Must an uncountable subset of R have uncountably many accumulation points? This question is taken from problem 4.1.8 of "Real Analysis and Foundations" by Krantz
The question reads:
"Let S be an uncountable subset of $\mathbb{R}$. Prove that S must have infinitely many accumulation points. Must it have uncountably many?"
The first part of the question took some work but ended up coming out pretty smoothly; however, I'm at a complete loss as to how to go about addressing the second problem. Intuitively, I think the answer is yes.
My first attempt was to try to show that a countable number of accumulation points allowed one to order the elements of S in such a way that they are countable (ie prove the contrapositive), but I did not manage to get much further than that.
My second attempt was to show that $S-{s_{1},s_{2}...}$ where $s_{1},s_{2},...$ are countably many accumulation points of S is uncountable and thus must have an accumulation point, so S has an accumulation point that is not one of the countably infinite set. Hence, the number of accumulation points is uncountable. 
My question is, is this logic valid? I would have to prove that an uncountable set minus a countable set is uncountable, which shouldn't be too difficult.
Any hints/points in the right direction/outright answers are greatly appreciated.
 A: Let $T$ be the set of elements of $S$ that are not accumulation points of $S$. Then for each $x \in T$ there exists $\epsilon_x > 0$ such that the interval 
$I(x,\epsilon_x) = (x-\epsilon_x,x+\epsilon_x)$ contains no other points of $S$. The intervals $\{I(x,\epsilon_x/2) | x\in T\}$ are disjoint, and each contains a rational number; so there can only be a countable number of them.
Hence $T$ is countable, and the set of accumulation points of $S$, which contains $S-T$, is uncountable.
A: Assuming a finite number of accumulation points for $S$ would mean that the elements of $S$ that are not accumulation points are isolated, meaning $S$ is at most countable, a contradiction. 

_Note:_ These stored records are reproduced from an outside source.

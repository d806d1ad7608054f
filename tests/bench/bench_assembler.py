"""Speed of the assembler (target: a 10,000-line program in under 1 s).

Run:  python tests/bench/bench_assembler.py [--lines N] [--machine NAME] [--repeat K]

The program is generated from the machine description's own instruction
forms (labels, forward jumps, data lines and comments mixed in), so the
benchmark runs on any machine. Prints the best of K runs.
"""

from __future__ import annotations

import argparse
import random
import sys
import time
from pathlib import Path

sys.path.insert(0, str(Path(__file__).resolve().parents[2]))

import asm  # noqa: E402
from emu import load_machine  # noqa: E402

TARGET_S = 1.0
_WORDS_PER_LINE = 2.1
"""A little above the mean words of an instruction line (with its data lines) on ref8."""


def _filler(index: int, rng) -> str:
    """A line that takes no memory: a constant, a comment or a blank line."""
    kind = index % 3
    if kind == 0:
        return f"K{index} = COUNT * {rng.randint(1, 9)} + {rng.randint(0, 99)}"
    if kind == 1:
        return f"; note {index}: nothing is stored here"
    return ""


def generate(machine, lines: int, seed: int = 1) -> str:
    """A valid program of ``lines`` lines; address operands point at labels.

    When the machine's memory cannot hold that many instructions, lines that
    take no memory (comments, constants, blank lines) fill the gaps between
    them, as in a long, well-commented program.
    """
    rng = random.Random(seed)
    out = ["; generated benchmark program", "COUNT = 12"]
    labels = [f"l{i}" for i in range(lines // 10 + 1)]
    next_label = 0
    budget = machine.memory_words
    used = 0
    code_share = min(1.0, 0.9 * budget / (lines * _WORDS_PER_LINE))
    fillers = 0
    while len(out) < lines:
        while rng.random() > code_share and len(out) < lines - 1:
            fillers += 1
            out.append(_filler(fillers, rng))
        ins = rng.choice(machine.instructions)
        if used + ins.word_count + 4 > budget:
            break
        parts = []
        for pattern in ins.operands:
            if pattern.field is None:
                parts.append(pattern.before)
                continue
            kind = ins.fields[pattern.field].kind
            if kind.is_register:
                shown = rng.choice(kind.registers)
            elif kind.high >= machine.memory_words - 1 and kind.low == 0:
                shown = rng.choice(labels)
            else:
                shown = rng.choice([str(rng.randint(max(kind.low, 0), kind.high)), "COUNT", "lo($) & 7"])
            parts.append(f"{pattern.before}{shown}{pattern.after}")
        text = f"{ins.mnemonic} {', '.join(parts)}".strip()
        prefix = ""
        if len(out) % 10 == 0 and next_label < len(labels):
            prefix = f"{labels[next_label]}:"
            next_label += 1
        out.append(f"{prefix:<8}{text}" + ("   ; step" if len(out) % 7 == 0 else ""))
        used += ins.word_count
        if len(out) % 50 == 0:
            out.append("        .byte 1, 2, 'z'")
            used += 3
    while next_label < len(labels):
        out.append(f"{labels[next_label]}:")
        next_label += 1
    return "\n".join(out) + "\n"


def main() -> int:
    parser = argparse.ArgumentParser(description=__doc__.splitlines()[0])
    parser.add_argument("--lines", type=int, default=10_000)
    parser.add_argument("--machine", default="ref8")
    parser.add_argument("--repeat", type=int, default=5)
    args = parser.parse_args()
    machine = load_machine(args.machine)
    source = generate(machine, args.lines)
    line_count = source.count("\n")
    best = float("inf")
    for _ in range(args.repeat):
        started = time.perf_counter()
        program = asm.assemble_text(source, machine, filename="bench.asm")
        best = min(best, time.perf_counter() - started)
    words = sum(len(w) for _s, w in program.segments)
    verdict = "ok" if best < TARGET_S else "TOO SLOW"
    print(f"assembled {line_count} lines ({words} words) for {machine.name} in {best:.3f} s "
          f"best of {args.repeat}; target < {TARGET_S:.1f} s: {verdict}")
    return 0 if best < TARGET_S else 1


if __name__ == "__main__":
    sys.exit(main())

Assuming a countable number of accumulation points yields the same problem. The elements of $S$ that are not accumulation points would be isolated, and you still have that $S$ is at most a union of two countable sets which is countable, a contradiction. 
A: I think both TonyK's and Darrin's answers are good ones. Here's another, possibly inferior, approach.
First trust the following lemma: for any uncountable set $S$ of real numbers, there exists an interval $(a,b)$ such that both $S\cap(-\infty,a]$ and $S\cap[b,\infty)$ are uncountable. ("You can divide an uncountable set into two with a buffer interval.")
Given the lemma, you can find two uncountable subsets $S_1,S_2$ of $S$ that are separated by an interval. Iterating, you can find four uncountable subsets of $S$ all separated from one another by intervals, then 8, 16, etc. There are uncountably many branches down this repeated-bifurcation tree; each one results in an accumulation point; and the accumulation points can't coincide because of the separating intervals. Thus there are uncountably many accumulation points.
Why is the lemma true? Assume $S$ is contained in $[0,3]$ (an easy reduction), and consider the intersections of $S$ with $[0,1]$, $[1,2]$, and $[2,3]$. If the first and third intersections are uncountable, then we're done. Otherwise, we have an uncountable set in a smaller interval (perhaps length 1, perhaps length 2) and we divide that interval into three equal pieces. We keep doing this until either we find the first and last intersections uncountable (in which case we're done), or else we iterate countably often and end up with all the countable subsets contained in a sequence of nested closed intervals whose lengths tend to $0$. But this latter case can't happen, because then we will have written $S$ as a countable union of countable sets, together with the single point in the intersection of the nested intervals, contradicting the uncountability of $S$.